[[ RECORDS SUPPLIED open ]]
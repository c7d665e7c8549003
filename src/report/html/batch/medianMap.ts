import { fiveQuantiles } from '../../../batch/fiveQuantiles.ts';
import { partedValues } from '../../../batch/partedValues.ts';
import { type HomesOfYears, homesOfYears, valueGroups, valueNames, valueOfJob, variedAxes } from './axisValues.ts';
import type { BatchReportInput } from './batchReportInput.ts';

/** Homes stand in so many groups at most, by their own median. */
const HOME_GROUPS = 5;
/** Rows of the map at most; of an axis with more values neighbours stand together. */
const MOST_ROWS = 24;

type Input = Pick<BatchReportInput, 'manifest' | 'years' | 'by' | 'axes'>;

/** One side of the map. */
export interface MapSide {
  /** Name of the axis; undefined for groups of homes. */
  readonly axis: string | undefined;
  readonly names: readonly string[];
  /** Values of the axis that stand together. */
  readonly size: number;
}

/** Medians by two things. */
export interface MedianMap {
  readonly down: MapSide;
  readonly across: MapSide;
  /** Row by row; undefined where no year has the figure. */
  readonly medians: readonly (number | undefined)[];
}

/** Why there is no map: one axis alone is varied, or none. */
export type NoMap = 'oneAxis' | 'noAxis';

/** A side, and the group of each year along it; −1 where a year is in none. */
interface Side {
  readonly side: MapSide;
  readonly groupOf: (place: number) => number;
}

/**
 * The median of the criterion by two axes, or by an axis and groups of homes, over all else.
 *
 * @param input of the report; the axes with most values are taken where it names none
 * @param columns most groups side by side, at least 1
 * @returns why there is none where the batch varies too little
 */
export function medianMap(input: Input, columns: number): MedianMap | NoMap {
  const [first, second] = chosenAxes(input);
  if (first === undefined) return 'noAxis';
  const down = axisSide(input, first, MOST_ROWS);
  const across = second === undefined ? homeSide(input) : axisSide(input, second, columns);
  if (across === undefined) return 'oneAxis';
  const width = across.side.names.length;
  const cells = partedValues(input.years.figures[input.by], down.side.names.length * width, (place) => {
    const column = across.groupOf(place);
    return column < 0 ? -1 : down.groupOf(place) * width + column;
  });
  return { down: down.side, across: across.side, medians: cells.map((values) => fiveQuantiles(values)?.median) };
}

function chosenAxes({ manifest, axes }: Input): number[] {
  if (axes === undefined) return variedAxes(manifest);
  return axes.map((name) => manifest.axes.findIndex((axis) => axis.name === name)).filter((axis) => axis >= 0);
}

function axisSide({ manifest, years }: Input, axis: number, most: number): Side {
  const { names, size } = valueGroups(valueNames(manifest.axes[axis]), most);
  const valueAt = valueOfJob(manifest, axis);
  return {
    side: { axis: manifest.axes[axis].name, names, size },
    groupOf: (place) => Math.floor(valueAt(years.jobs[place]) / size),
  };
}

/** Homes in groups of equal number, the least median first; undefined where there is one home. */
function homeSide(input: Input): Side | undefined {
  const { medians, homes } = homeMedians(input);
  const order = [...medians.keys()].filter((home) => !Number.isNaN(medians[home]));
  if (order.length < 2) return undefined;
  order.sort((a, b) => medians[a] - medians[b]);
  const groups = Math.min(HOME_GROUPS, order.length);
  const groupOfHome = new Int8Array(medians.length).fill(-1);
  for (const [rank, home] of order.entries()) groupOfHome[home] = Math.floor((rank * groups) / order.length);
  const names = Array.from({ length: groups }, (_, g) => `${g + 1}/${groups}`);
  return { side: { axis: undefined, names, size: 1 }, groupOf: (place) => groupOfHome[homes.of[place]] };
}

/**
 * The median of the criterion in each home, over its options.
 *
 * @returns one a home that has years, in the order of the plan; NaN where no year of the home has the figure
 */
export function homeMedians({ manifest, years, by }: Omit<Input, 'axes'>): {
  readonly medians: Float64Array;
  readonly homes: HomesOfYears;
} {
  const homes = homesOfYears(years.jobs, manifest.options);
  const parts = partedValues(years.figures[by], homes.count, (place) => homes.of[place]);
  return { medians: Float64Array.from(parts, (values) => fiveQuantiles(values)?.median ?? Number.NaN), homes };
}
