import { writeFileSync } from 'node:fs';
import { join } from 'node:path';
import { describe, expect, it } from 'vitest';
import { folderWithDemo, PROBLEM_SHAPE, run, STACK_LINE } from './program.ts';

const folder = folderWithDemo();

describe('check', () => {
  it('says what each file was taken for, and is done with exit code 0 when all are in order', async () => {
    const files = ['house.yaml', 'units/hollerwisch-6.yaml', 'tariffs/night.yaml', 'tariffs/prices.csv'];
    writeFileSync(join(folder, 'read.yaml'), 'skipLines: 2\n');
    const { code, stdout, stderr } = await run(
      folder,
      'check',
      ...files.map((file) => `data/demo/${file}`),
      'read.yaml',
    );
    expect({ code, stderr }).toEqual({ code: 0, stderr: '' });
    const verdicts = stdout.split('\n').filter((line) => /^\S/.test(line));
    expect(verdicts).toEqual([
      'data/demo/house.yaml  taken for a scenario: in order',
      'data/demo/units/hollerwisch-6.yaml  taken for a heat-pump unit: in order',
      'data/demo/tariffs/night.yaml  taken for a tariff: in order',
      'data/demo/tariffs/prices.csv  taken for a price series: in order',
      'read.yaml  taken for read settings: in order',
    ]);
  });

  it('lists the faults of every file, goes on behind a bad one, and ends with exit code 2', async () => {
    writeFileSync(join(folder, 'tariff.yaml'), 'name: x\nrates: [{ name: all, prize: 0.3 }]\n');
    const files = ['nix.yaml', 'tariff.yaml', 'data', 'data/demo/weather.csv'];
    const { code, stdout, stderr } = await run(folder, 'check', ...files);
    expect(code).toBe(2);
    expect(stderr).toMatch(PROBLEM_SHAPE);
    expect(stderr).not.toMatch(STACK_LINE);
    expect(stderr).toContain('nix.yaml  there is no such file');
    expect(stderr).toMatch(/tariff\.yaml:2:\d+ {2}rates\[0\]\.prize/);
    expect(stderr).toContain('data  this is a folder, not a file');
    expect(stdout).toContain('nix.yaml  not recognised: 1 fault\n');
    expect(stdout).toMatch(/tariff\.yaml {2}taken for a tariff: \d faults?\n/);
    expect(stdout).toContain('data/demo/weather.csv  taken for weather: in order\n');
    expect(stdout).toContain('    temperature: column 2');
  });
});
[[ RECORDS SUPPLIED closed ]]
**WORK TASK**
Find where the line with "const folder = folderWithDemo();" sits in the material above, then copy exactly from it through the line with "a scenario: in". Add no other line.

**OUTPUT FOR THIS TASK**
const folder = folderWithDemo();

describe('check', () => {
  it('says what each file was taken for, and is done with exit code 0 when all are in order', async () => {
    const files = ['house.yaml', 'units/hollerwisch-6.yaml', 'tariffs/night.yaml', 'tariffs/prices.csv'];
    writeFileSync(join(folder, 'read.yaml'), 'skipLines: 2\n');
    const { code, stdout, stderr } = await run(
      folder,
      'check',
      ...files.map((file) => `data/demo/${file}`),
      'read.yaml',
    );
    expect({ code, stderr }).toEqual({ code: 0, stderr: '' });
    const verdicts = stdout.split('\n').filter((line) => /^\S/.test(line));
    expect(verdicts).toEqual([
      'data/demo/house.yaml  taken for a scenario: in order',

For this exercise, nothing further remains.